Father Kleinsorge and the other German Jesuit priests, who, as foreigners, could be expected to take a reltively detached view, often discussed the ethics of using the bomb. One of them, Father Siemes, who was out at Nagatsuka at the time of the attack, wrote in a report to the Holy See in Rome, “Some of us consider the bomb in the same category as poison gas and were against its use on a civilian population. Others were of the opinion that in total war, as carried on in Japan, there was no difference between civilians and soldiers, and that the bomb itself was an effective force tending to end the bloodshed, warning Japan to surrender and thus to avoid total destruction. It seems logical that he who supports total war in principle cannot complain of a war against civilians. The crux of the matter is whether total war in its present form is justifiable, even when it serves a just purpose. Does it not have material and spiritual evil as its consequences which far exceed whatever good might result? When will our moralists give us a clear answer to this question?”

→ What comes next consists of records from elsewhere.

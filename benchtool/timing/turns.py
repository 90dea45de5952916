"""Where a curve turns: the intersection of fits on both sides of its peak."""

from __future__ import annotations

import math
from dataclasses import replace

import numpy as np

from benchtool.frozen import frozen_record
from benchtool.model.arrays import FloatArray

_NEAR, _FAR = 0.15, 0.30  # of the swing below the extreme: two levels on each side
_FITTED = 0.35  # of the swing: samples this close to the extreme are fitted
_FITTED_COARSE, _COARSE = 0.48, 24  # the same where so few samples are that close
_TIP = 0.05  # of the swing below the extreme: a turn spends a sixth of its time to 30 % there
_RESTING = 0.35  # share of that time from which the curve rests at the extreme
_LEAST_TO_REST = 12  # samples without which rest cannot be told
_ROUNDS = 8
_FINE = 100  # a turn that moves by less than this part of the window has settled
_CUBIC_FROM, _PARABOLA_FROM, _LINE_FROM = 16, 6, 3
_CUBIC_NOISE, _PARABOLA_NOISE = 5e-4, 1e-2
"""Noise of a side's mean, over the swing, up to which the curvature is worth its noise.

A parabola through the last 35 % of an exponential errs by 2e-4 of the swing, a line by 7e-3.
"""


@frozen_record(eq=False)
class Turn:
    """A turning point: its time, standard uncertainty, direction, and whether it was fitted."""

    time_s: float
    u_s: float
    is_peak: bool
    is_fitted: bool

    def as_trough(self) -> Turn:
        """Return the same point as a trough."""
        return replace(self, is_peak=False)


@frozen_record(eq=False)
class _Side:
    """A polynomial through the samples on one side, over times against the turn."""

    coefficients: FloatArray
    u: float


def locate_turn(
    times_s: FloatArray, values: FloatArray, swing: float, noise: float, *, whole: bool
) -> Turn | None:
    """Locate the peak of a stretch of a curve.

    Args:
        times_s: Times of the samples in seconds, shape (n,).
        values: Samples, the peak upwards, shape (n,).
        swing: Distance of peak and trough in the unit of the samples.
        noise: Standard deviation of a sample.
        whole: Whether the stretch goes from one crossing of the mid level to the next; of a cut
            one it is not known that it holds a peak.

    Returns:
        The peak, or None where a cut stretch does not show one.
    """
    if values.size < 2 or (not whole and not _shows_peak(values, swing, noise)):
        return None
    top = _smoothed_max(values)
    wide = np.flatnonzero(values > top - _FITTED * swing)
    if wide.size < _COARSE:
        wide = np.flatnonzero(values > top - _FITTED_COARSE * swing)
    start, stop = int(wide[0]), int(wide[-1]) + 1
    near = np.flatnonzero(values > top - _NEAR * swing)
    rests = _rests(values, top, swing)
    at = _meeting_of_chords(times_s, values, top, swing, rests=rests)
    at = min(max(at, start), stop - 1)
    if rests:
        start = max(start, 2 * at - stop)
    steep = _Steep(left=int(near[0]), right=int(near[-1]))
    return _refine(times_s, values / swing, (start, stop), at, noise / swing, steep)


@frozen_record(eq=False)
class _Steep:
    """First and last sample near the extreme: where the turn lies if a side has no more."""

    left: int
    right: int


def _meeting_of_chords(
    times_s: FloatArray, values: FloatArray, top: float, swing: float, *, rests: bool
) -> int:
    """Return the sample nearest to where chords on both sides meet.

    The chords go through the levels 15 % and 30 % of the swing below the extreme. Where the
    curve rests at the extreme before it leaves, the chord of leaving meets the extreme itself.
    """
    near, far = (np.flatnonzero(values > top - part * swing) for part in (_NEAR, _FAR))
    left_s = float(times_s[near[0]]), float(times_s[far[0]])
    right_s = float(times_s[near[-1]]), float(times_s[far[-1]])
    rise, fall = left_s[0] - left_s[1], right_s[1] - right_s[0]  # seconds for 15 % of the swing
    if rests:
        meet_s = right_s[0] - fall * _NEAR / (_FAR - _NEAR)
    else:
        share = rise / (rise + fall) if rise + fall > 0 else 0.5
        meet_s = left_s[0] + share * (right_s[0] - left_s[0])
    return int(np.searchsorted(times_s, meet_s))


def _rests(values: FloatArray, top: float, swing: float) -> bool:
    """Tell whether the curve stays at its extreme for a while before it leaves."""
    far = int(np.count_nonzero(values > top - _FAR * swing))
    tip = int(np.count_nonzero(values > top - _TIP * swing))
    return far >= _LEAST_TO_REST and tip > _RESTING * far


def _smoothed_max(values: FloatArray) -> float:
    width = max(1, values.size // 200)
    if width == 1:
        return float(values.max())
    total = np.concatenate([[0.0], np.cumsum(values)])
    return float(np.max(total[width:] - total[:-width]) / width)


def _shows_peak(values: FloatArray, swing: float, noise: float) -> bool:
    """Tell whether a cut stretch turns: its extreme stands out above both ends."""
    clear = max(0.15 * swing, 8 * noise)
    top = _smoothed_max(values)
    return bool(top - values[0] > clear and top - values[-1] > clear)


def _refine(
    times_s: FloatArray,
    values: FloatArray,
    window: tuple[int, int],
    at: int,
    noise: float,
    steep: _Steep,
) -> Turn:
    """Intersect the fits on both sides, and do so again from where they meet."""
    start, stop = window
    scale_s = float(times_s[stop - 1] - times_s[start]) or 1.0
    result: Turn | None = None
    for _ in range(_ROUNDS):
        origin_s = float(times_s[at])
        x, y = (times_s[start:stop] - origin_s) / scale_s, values[start:stop]
        left, right = _fit(x[x < 0], y[x < 0], noise), _fit(x[x >= 0], y[x >= 0], noise)
        if left is None or right is None:
            break
        met = _meeting(left, right)
        if met is None:
            break
        slope = abs(left.coefficients[1] - right.coefficients[1])
        result = Turn(
            time_s=origin_s + met * scale_s,
            u_s=math.hypot(left.u, right.u) / slope * scale_s,
            is_peak=True,
            is_fitted=True,
        )
        moved = min(max(int(np.searchsorted(times_s, result.time_s)), start + 1), stop - 2)
        if abs(moved - at) * _FINE < stop - start:
            break
        at = moved
    return result or _sampled(times_s, steep, window)


def _sampled(times_s: FloatArray, steep: _Steep, window: tuple[int, int]) -> Turn:
    """Place a turn beside a side too steep to fit: half way to the first sample beyond it."""
    right_is_steep = window[1] - steep.right < steep.left - window[0] + 1
    last = steep.right if right_is_steep else steep.left - 1
    last = min(max(last, 0), times_s.size - 2)
    step_s = float(times_s[last + 1] - times_s[last])
    if step_s <= 0:
        step_s = float(times_s[-1] - times_s[0]) / times_s.size
    return Turn(
        time_s=float(times_s[last]) + step_s / 2,
        u_s=step_s / math.sqrt(12),
        is_peak=True,
        is_fitted=False,
    )


def _fit(x: FloatArray, y: FloatArray, noise: float) -> _Side | None:
    """Fit a polynomial over values in swings, with the standard uncertainty of its end.

    The end of a polynomial of degree p over n even points has the variance (p + 1)²σ²/n.
    """
    if x.size < _LINE_FROM:
        return None
    own = noise / math.sqrt(x.size)
    degree = 1
    if x.size >= _PARABOLA_FROM and own <= _PARABOLA_NOISE:
        degree = 3 if x.size >= _CUBIC_FROM and own <= _CUBIC_NOISE else 2
    powers = np.vander(x, degree + 1, increasing=True)
    solution = np.linalg.lstsq(powers, y, rcond=None)[0]
    padded = np.concatenate([solution, np.zeros(3 - degree)])
    return _Side(coefficients=padded, u=(degree + 1) * own)


def _meeting(left: _Side, right: _Side) -> float | None:
    """Return where two polynomials meet nearest the origin, by Newton's method."""
    d = left.coefficients - right.coefficients
    x = 0.0
    for _ in range(30):
        value = d[0] + x * (d[1] + x * (d[2] + x * d[3]))
        slope = d[1] + x * (2 * d[2] + 3 * x * d[3])
        if slope == 0:
            return None
        step = value / slope
        x -= step
        if abs(x) > 1:
            return None
        if abs(step) < 1e-12:
            return float(x)
    return None
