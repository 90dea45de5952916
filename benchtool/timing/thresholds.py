"""Reference levels in the unit of the stored samples."""

from __future__ import annotations

import math

import numpy as np

from benchtool.frozen import frozen_record
from benchtool.model.capture import Waveform
from benchtool.model.timing import Levels


@frozen_record(eq=False)
class Thresholds:
    """Reference levels in the unit of the stored samples.

    Attributes:
        lower, mid, upper: The levels.
        inverted: Whether a greater code is a lower voltage.
        rests_below: Greatest value of the samples' own type that is at or below ``lower``.
        is_above: Least value of that type at or above ``mid``.
        rests_above: Least value of that type at or above ``upper``.
    """

    lower: float
    mid: float
    upper: float
    inverted: bool
    rests_below: float
    is_above: float
    rests_above: float


def thresholds(waveform: Waveform, levels: Levels) -> Thresholds:
    """Return the reference levels in codes.

    A sample compared with a number of its own type gives what the exact level gives, and a wider
    number would slow the comparison threefold.
    """
    gain, offset, dtype = waveform.scale.gain, waveform.scale.offset, waveform.samples.dtype
    lower, mid, upper = sorted(
        (v - offset) / gain for v in (levels.lower_v, levels.mid_v, levels.upper_v)
    )
    return Thresholds(
        lower=lower,
        mid=mid,
        upper=upper,
        inverted=gain < 0,
        rests_below=-_at_or_above(-lower, dtype),
        is_above=_at_or_above(mid, dtype),
        rests_above=_at_or_above(upper, dtype),
    )


def _at_or_above(level: float, dtype: np.dtype[np.generic]) -> float:
    """Return the least number of a type at or above a level: a Python int for codes."""
    if dtype.kind != "f":
        return math.ceil(level)
    number = dtype.newbyteorder("=").type
    near = number(level)
    return float(near if float(near) >= level else np.nextafter(near, number(np.inf)))
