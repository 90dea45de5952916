"""The stretches in which a waveform rests in a state, without the edges at their ends."""

from __future__ import annotations

import math
from collections.abc import Sequence
from dataclasses import dataclass

import numpy as np

from benchtool.model.capture import BoolArray, FloatArray

_MOST = 1024  # stretches of a state that are looked at, the longest first
_SETTLING = 0.4  # share at the start of a stretch that is left to settling
_LEAVING = 0.2  # share at its end that is left to the next edge
_TRIMMED = 0.05
_TRIMMED_SD = 0.8711  # sd of a normal deviate whose largest 5 % in size are left out


@dataclass(frozen=True, slots=True, kw_only=True, eq=False)
class Plateau:
    """The samples of one state, away from edges, in volts.

    Attributes:
        pieces: Stretches of consecutive samples.
        settling_v: Mean difference between their second and first halves.
    """

    pieces: tuple[FloatArray, ...]
    settling_v: float

    @property
    def values(self) -> FloatArray:
        """All samples in one row."""
        return np.concatenate(self.pieces) if self.pieces else np.empty(0)


def find_plateau(runs: Sequence[FloatArray], level_v: float, reach_v: float) -> Plateau:
    """Return the stretches within ``reach_v`` of a level, their ends trimmed.

    Args:
        runs: Contiguous samples in volts.
        level_v: The state level.
        reach_v: How far a sample may lie from it.
    """
    pieces: list[FloatArray] = []
    for run in runs:
        for start, stop in _stretches(np.abs(run - level_v) < reach_v):
            n = stop - start
            pieces.append(run[start + int(_SETTLING * n) : stop - int(_LEAVING * n)])
    pieces = sorted(pieces, key=len, reverse=True)[:_MOST]
    halves = [np.mean(p[len(p) // 2 :]) - np.mean(p[: len(p) // 2]) for p in pieces if len(p) > 3]
    return Plateau(pieces=tuple(pieces), settling_v=float(np.mean(halves)) if halves else 0.0)


def local_noise(pieces: Sequence[FloatArray]) -> float:
    """Return the noise of a trace from the differences of neighbouring samples.

    The largest twentieth of the differences is left out; slow changes such as ripple do not
    count.

    Args:
        pieces: Contiguous samples in volts.
    """
    return _trimmed_sd([np.diff(piece) for piece in pieces]) / math.sqrt(2)


def curved_noise(pieces: Sequence[FloatArray]) -> float:
    """Return the noise from second differences, which straight ramps do not raise.

    Args:
        pieces: Contiguous samples in volts.
    """
    return _trimmed_sd([np.diff(piece, 2) for piece in pieces]) / math.sqrt(6)


def _trimmed_sd(steps: Sequence[FloatArray]) -> float:
    sizes = np.sort(np.abs(np.concatenate([np.empty(0), *steps])))
    if sizes.size == 0:
        return 0.0
    kept = sizes[: max(1, math.ceil(sizes.size * (1 - _TRIMMED)))]
    return float(np.sqrt(np.mean(kept**2))) / _TRIMMED_SD


def _stretches(inside: BoolArray) -> list[tuple[int, int]]:
    """Return the longest stretches of True, as index ranges."""
    ends = np.flatnonzero(np.diff(np.concatenate([[False], inside, [False]]).astype(np.int8)))
    pairs = ends.reshape(-1, 2)
    longest = np.argsort(pairs[:, 0] - pairs[:, 1], kind="stable")[:_MOST]
    return [(int(a), int(b)) for a, b in pairs[longest]]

It would be impossible to say what horrors were embedded in the minds of the children who lived through the day of the bombing in Hiroshima. On the surface their recollections, months after the disaster, were of an exhilarating adventure. Toshio Nakamura, who was ten at the time of the bombing, was soon able to talk freely, even gaily, about the experience, and a few weeks before the anniversary he wrote the following matter-of-fact essay for his teacher at Nobori-cho Primary School: “The day before the bomb, I went for a swim. In the morning, I was eating peanuts. I saw a light. I was knocked to little sister’s sleeping place. When we were saved, I could only see as far as the tram. My mother and I started to pack our things. The neighbors were walking around burned and bleeding. Hataya-san told me to run away with her. I said I wanted to wait for my mother. We went to the park. A whirlwind came. At night a gas tank burned and I saw the reflection in the river. We stayed in the park one night. Next day I went to Taiko Bridge and met my girl friends Kikuki and Murakami. They were looking for their mothers. But Kikuki’s mother was wounded and Murakami’s mother, alas, was dead.”